__GOAL OF THE EXERCISE__:
Check every line of the data for the word "received", and copy those that have it.

** RAW DATA follows **

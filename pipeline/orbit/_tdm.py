"""CCSDS Tracking Data Messages (503.0-B, the text key-value form): the carrier track out, and read back.

The writer puts a pass's one-way carrier track in one segment: the station receives what the spacecraft
sends, so the signal path runs from participant 2 (the spacecraft) to participant 1 (the station).
Keywords (CCSDS 503.0-B-1, sec. 3; ``CCSDS_TDM_VERS = 1.0``).  Their names, their order, the value types,
enumerations, patterns and bounds, and that a segment holds at least one data line are checked against
ccsds-ndm's data models, generated from the CCSDS TDM 1.0 XML schema, line by line on the messages we
write (tests/test_ndm_reference.py).  The schema does not settle a keyword's *meaning*, so these stay
**from memory, not confirmed** (../shared/REFERENCES.md has no TDM section): that participant 1 is the
station and ``PATH = 2,1`` the one-way path from 2 to 1, that ``RECEIVE_FREQ_1`` is the frequency received
by participant 1 (in Hz: the schema gives no unit) and is the nominal frequency plus the measured offset
(its sign convention), that ``INTEGRATION_REF = MIDDLE`` puts the epoch in the middle of the interval,
``TIMETAG_REF = RECEIVE`` makes it the epoch of reception, and ``FREQ_OFFSET`` is added to every value:

=========================  ===============================================================
``CCSDS_TDM_VERS``         header: format version (``1.0``)
``CREATION_DATE``          header: UTC of writing
``ORIGINATOR``             header: who wrote it
``COMMENT``                free text (header, metadata, data)
``META_START/META_STOP``   bracket the metadata of a segment
``TIME_SYSTEM``            the scale of every epoch in the segment (``UTC``)
``START_TIME/STOP_TIME``   first and last data epoch
``PARTICIPANT_1``, ``_2``  the station and the spacecraft
``MODE``                   ``SEQUENTIAL`` (one signal path)
``PATH``                   ``2,1``: from participant 2 to participant 1 (one-way downlink)
``TIMETAG_REF``            the epoch is that of reception: ``RECEIVE``
``INTEGRATION_INTERVAL``   seconds each observable averages
``INTEGRATION_REF``        where in the interval the epoch lies: ``MIDDLE``
``FREQ_OFFSET``            Hz added to every ``RECEIVE_FREQ`` value (0: full frequencies are written)
``DATA_START/DATA_STOP``   bracket the data lines
``RECEIVE_FREQ_1``         data: ``epoch value``, the frequency (Hz) received by participant 1
=========================  ===============================================================
"""

from __future__ import annotations

import math
import os
import re
import shutil
from collections.abc import Iterable
from dataclasses import dataclass, field
from pathlib import Path

from pipeline.errors import DataFileError
from pipeline.orbit._files import bracket_step, keyword_value, read_text_file, refuse_xml
from pipeline.timescales import format_utc, parse_utc, tai_from_scale

__all__ = ["TrackingData", "TrackingSegment", "TdmWriter", "format_tdm", "write_tdm", "parse_tdm", "read_tdm"]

** End of RAW DATA **

__COMPLETED EXERCISE__:
station and ``PATH = 2,1`` the one-way path from 2 to 1, that ``RECEIVE_FREQ_1`` is the frequency received
``RECEIVE_FREQ_1``         data: ``epoch value``, the frequency (Hz) received by participant 1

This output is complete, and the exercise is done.